I’ve climbed staircases in my life, literal ones. The one in my childhood home that stopped on a landing at the front door of our bi-level and then up to the living room. The one in our farmhouse apartment, curved and with gaps in the wooden steps where crickets would get stuck in the summertime and “serenade” us at night. Our first house which had 2. One set was short with carpet, the other without risers, so Colin could hang his feet through. Our house in Landisville which had crazy steep steps that we carried and soothed all 3 of our children up and down. The one we carried countless pieces of drywall up as we flipped that house. And finally our staircase here at our current home- the one that echoes with kids and teenagers running and rushing up and down. The one with a weird crick that you avoid if everyone’s finally asleep.

As I consider the literal staircases I’ve traveled, I can’t help but consider the figurative ones as well. I’ve climbed a few and reached the top. I’ve started many realizing halfway up that on my own isn’t going to work, I’m going to need to use the handrail. Sometimes crawled to the top using both handrails. I’ve slipped down a few. Gotten tired of climbing and taken a seat. Run up and back down a few.
In a conversation this past week I was told that not everyone sees the staircase the same. Some people see the steps and are comfortable with just knowing that. Some people see the whole thing. That’s me. I’d really prefer to see the whole thing before I start it. I’d like to know how long it might take, how many steps are involved. Is this one I can run up or will it take all I have to climb it. Will it take my breath away?
Others are comfortable climbing the steps not knowing how the climb might go, just knowing they want to be on the climb.
This past week I realized how paralyzed I have felt climbing the staircases of the last 3 months. Paralyzed in little bits here and there sometimes started by the news, by another’s heartache, by my kid’s unanswerable questions, even by a prophetic word or sermon.
When I felt like God revealed my paralysis with Him this week, I’ve had to decide which staircases I want to continue to climb. I’ve come to realize I have the tendency to trip over the first step or miss a step because I am focusing on, trying to understand and figure out the whole staircase. Do I quit the staircase because I can’t get comfortable on the climb? Do I really want to jump from the staircase because I don’t know what’s ahead?
It’s made me consider what the past 100 steps mean to me? Wasn’t the previous climb worth more than the uncomfortable step you find yourself on now? Even if the next one seems insurmountable? If I’ve been holding onto The Hand Rail, trusting Him to know the steepness, upcoming curves, gaps in the steps, can’t I trust Him to also set my pace.

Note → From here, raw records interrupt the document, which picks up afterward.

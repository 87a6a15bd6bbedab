/**
 * Draws label sheets as PDF with pdfkit: per label a QR code of the label URL (vector squares,
 * crisp at any printer resolution), the name, the key hazard pictograms and H-codes for
 * chemicals, the location and the date. Each label also carries a link annotation to its URL,
 * so the PDF itself can be checked (and clicked) label by label.
 */
import PDFDocument from "pdfkit";
import QRCode from "qrcode";
import {
  chooseQrVersion,
  LABEL_EC_LEVEL,
  labelSlots,
  PT_PER_MM,
  type LabelStockLayout,
  type QrEcLevel,
  utf8Length,
} from "@shared/domain/labels";
import { PICTOGRAM_NAMES, type GhsPictogram } from "@shared/domain/hazards";

export interface LabelContent {
  url: string;
  /** Vial labels show less text; bottle labels show everything. */
  size: "vial" | "bottle";
  title: string;
  /** A line under the title: kind, amount, concentration or instrument kind. */
  subtitle: string;
  signalWord: string | null;
  hCodes: string[];
  pictograms: GhsPictogram[];
  location: string | null;
  /** Dates worth printing, e.g. "Printed 2026-12-02", "Expires 2027-06-30". */
  dates: string[];
}

export interface LabelQr {
  version: number;
  ec: QrEcLevel;
  /** Modules per side, without the quiet zone. */
  size: number;
  dark(row: number, col: number): boolean;
}

/**
 * The QR symbol of a label URL: byte mode (so the capacity table applies as printed), level Q,
 * and the smallest version that holds it.
 */
export function labelQr(url: string): LabelQr {
  const version = chooseQrVersion(utf8Length(url), LABEL_EC_LEVEL);
  const qr = QRCode.create([{ data: new TextEncoder().encode(url), mode: "byte" }], { errorCorrectionLevel: LABEL_EC_LEVEL, version });
  const m = qr.modules;
  return { version: qr.version, ec: LABEL_EC_LEVEL, size: m.size, dark: (r, c) => Boolean(m.get(r, c)) };
}

/** ISO/IEC 18004 asks for a light margin of four modules around the symbol. */
export const QUIET_ZONE_MODULES = 4;

// pdfkit's built-in Helvetica speaks WinAnsi: Latin-1 plus these; anything else would print as garbage.
const WIN_ANSI_EXTRA = new Set([..."€‚ƒ„…†‡ˆ‰Š‹ŒŽ‘’“”•–—˜™š›œžŸ"]);
function winAnsi(text: string): string {
  return [...text]
    .map((ch) => {
      const code = ch.codePointAt(0)!;
      if ((code >= 0x20 && code <= 0x7e) || (code >= 0xa0 && code <= 0xff) || WIN_ANSI_EXTRA.has(ch)) return ch;
      if (ch === "·" || ch === "•") return ch;
      if (/[₀-₉]/.test(ch)) return String(code - 0x2080);
      return "?";
    })
    .join("");
}

function drawQr(doc: PDFKit.PDFDocument, qr: LabelQr, x: number, y: number, side: number): void {
  const n = qr.size + 2 * QUIET_ZONE_MODULES;
  const unit = side / n;
  doc.save();
  doc.rect(x, y, side, side).fill("#ffffff");
  // One rectangle per horizontal run of dark modules keeps the file small.
  for (let r = 0; r < qr.size; r++) {
    let c = 0;
    while (c < qr.size) {
      if (!qr.dark(r, c)) {
        c++;
        continue;
      }
      const start = c;
      while (c < qr.size && qr.dark(r, c)) c++;
      // A hair of overlap closes the anti-aliasing seams some viewers draw between squares.
      doc.rect(x + (start + QUIET_ZONE_MODULES) * unit, y + (r + QUIET_ZONE_MODULES) * unit, (c - start) * unit + 0.05, unit + 0.05);
    }
  }
  doc.fill("#000000");
  doc.restore();
}

/** A GHS-style diamond (red border on white) with the pictogram code inside, drawn without image files. */
function drawPictogram(doc: PDFKit.PDFDocument, code: GhsPictogram, x: number, y: number, side: number): void {
  const h = side / 2;
  doc.save();
  doc
    .polygon([x + h, y], [x + side, y + h], [x + h, y + side], [x, y + h])
    .lineWidth(Math.max(0.6, side / 14))
    .fillAndStroke("#ffffff", "#d00000");
  doc.fillColor("#000000").font("Helvetica-Bold").fontSize(side / 5.5);
  doc.text(code, x, y + h - side / 11, { width: side, align: "center", lineBreak: false });
  doc.restore();
}

function drawLabel(doc: PDFKit.PDFDocument, label: LabelContent, x: number, y: number, w: number, h: number): void {
  const qr = labelQr(label.url);
  const pad = Math.min(w, h) * 0.05;
  const qrSide = Math.min(h - 2 * pad, w * (label.size === "vial" ? 0.5 : 0.42));
  drawQr(doc, qr, x + pad, y + (h - qrSide) / 2, qrSide);
  doc.link(x + pad, y + (h - qrSide) / 2, qrSide, qrSide, label.url);

  const tx = x + pad + qrSide + pad * 0.6;
  const tw = x + w - pad - tx;
  let ty = y + pad;
  const bottom = y + h - pad;
  // Font sizes follow the label's height so one design serves every stock.
  const vial = label.size === "vial";
  const base = vial ? Math.max(3.5, Math.min(6.5, h / 8.5)) : Math.max(4, Math.min(7.5, h / 18));
  const line = (text: string, size: number, bold = false) => {
    if (!text || ty + size > bottom + 0.5) return;
    doc.font(bold ? "Helvetica-Bold" : "Helvetica").fontSize(size).fillColor("#000000");
    const clean = winAnsi(text);
    const opts = { width: tw, height: bottom - ty, ellipsis: true, lineGap: 0 };
    const used = doc.heightOfString(clean, opts);
    doc.text(clean, tx, ty, opts);
    ty += Math.min(used, bottom - ty) + size * 0.15;
  };

  line(label.title, base * (vial ? 1.1 : 1.3), true);
  if (!vial) line(label.subtitle, base);
  if (label.signalWord || label.hCodes.length) {
    line([label.signalWord, label.hCodes.join(" ")].filter(Boolean).join(": "), base, Boolean(label.signalWord));
  }
  if (label.size === "bottle" && label.pictograms.length) {
    const side = Math.min(base * 3.4, (tw - 2) / Math.max(1, label.pictograms.length) - 1);
    if (ty + side <= bottom - base * 2) {
      label.pictograms.forEach((p, i) => drawPictogram(doc, p, tx + i * (side + 1), ty, side));
      ty += side + base * 0.3;
    }
    line(label.pictograms.map((p) => PICTOGRAM_NAMES[p]).join(", "), base * 0.85);
  } else if (label.pictograms.length) {
    line(label.pictograms.join(" "), base * 0.9);
  }
  if (label.location) line(label.location, base * 0.9);
  line(label.dates.join(" · "), base * 0.85);
}

/**
 * One PDF of labels on a stock: each label at its slot, new pages as the sheets fill up.
 * The document's Subject says how many labels it holds.
 */
export async function renderLabelsPdf(
  labels: LabelContent[],
  layoutFor: (label: LabelContent) => LabelStockLayout,
  opts: { now: Date; skip?: number; title?: string },
): Promise<Buffer> {
  const doc = new PDFDocument({
    autoFirstPage: false,
    margin: 0,
    info: {
      Title: opts.title ?? "Phasebook labels",
      Subject: `${labels.length} label${labels.length === 1 ? "" : "s"}`,
      Creator: "Phasebook",
      Producer: "Phasebook",
      CreationDate: opts.now,
    },
  });
  const chunks: Buffer[] = [];
  doc.on("data", (c: Buffer) => chunks.push(c));
  const done = new Promise<Buffer>((resolve, reject) => {
    doc.on("end", () => resolve(Buffer.concat(chunks)));
    doc.on("error", reject);
  });

  // Group by layout so a single-label roll gets one page per label and a sheet fills in order.
  const first = labels[0] ? layoutFor(labels[0]) : null;
  const sameLayout = first !== null && labels.every((l) => layoutFor(l) === first);
  const placements = sameLayout
    ? labelSlots(first!, labels.length, opts.skip ?? 0).map((s, i) => ({ ...s, layout: first!, label: labels[i] }))
    : labels.map((label, i) => ({ page: i, xMm: layoutFor(label).marginLeftMm, yMm: layoutFor(label).marginTopMm, layout: layoutFor(label), label }));

  let page = -1;
  for (const p of placements) {
    if (p.page !== page) {
      doc.addPage({ size: [p.layout.pageWidthMm * PT_PER_MM, p.layout.pageHeightMm * PT_PER_MM], margin: 0 });
      page = p.page;
    }
    drawLabel(doc, p.label, p.xMm * PT_PER_MM, p.yMm * PT_PER_MM, p.layout.labelWidthMm * PT_PER_MM, p.layout.labelHeightMm * PT_PER_MM);
  }
  if (placements.length === 0) doc.addPage({ size: "A4" });
  doc.end();
  return done;
}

So this week instead of making these big leaps from the steps, I’ve decided to stick out the figurative staircases in my life. The unknown climbs of small business, church ministry, my personal spiritual, emotional, and mental health. I’m hanging for dear life to The Hand Rail. As I gain my footing, make myself comfortable, talk myself out of giving up, He’s been saying “Bethany, just slow your climb.”
Slowing my climb means taking this time day to day, week to week, month to month.
Slowing my climb may mean paying someone to cover the shop this summer.
Slowing my climb means having grace for myself and space to not be what I see as perfection.
Slowing my climb means taking care of myself and my family as much as I have my friends and customers in the past.
Slowing my climb means taking this amazing opportunity of a reset to fix what quarantine revealed wasn’t working and what was missing.
Slowing my climb is focusing on the here and the now.
Slowing my climb recognizes this grass is green. This space is enough. This is a step on a big beautiful staircase.
The staircase climb isn’t worth it if I don’t take the time to enjoy the steps. To learn from the climb. To trust in Him as I find my safety and security in Him on the steps.
Beautifully said🌷
Yes! That’s exactly it, Bethany. Thank you.
THIS! So many of us needed to hear this, Bethany. Thank you!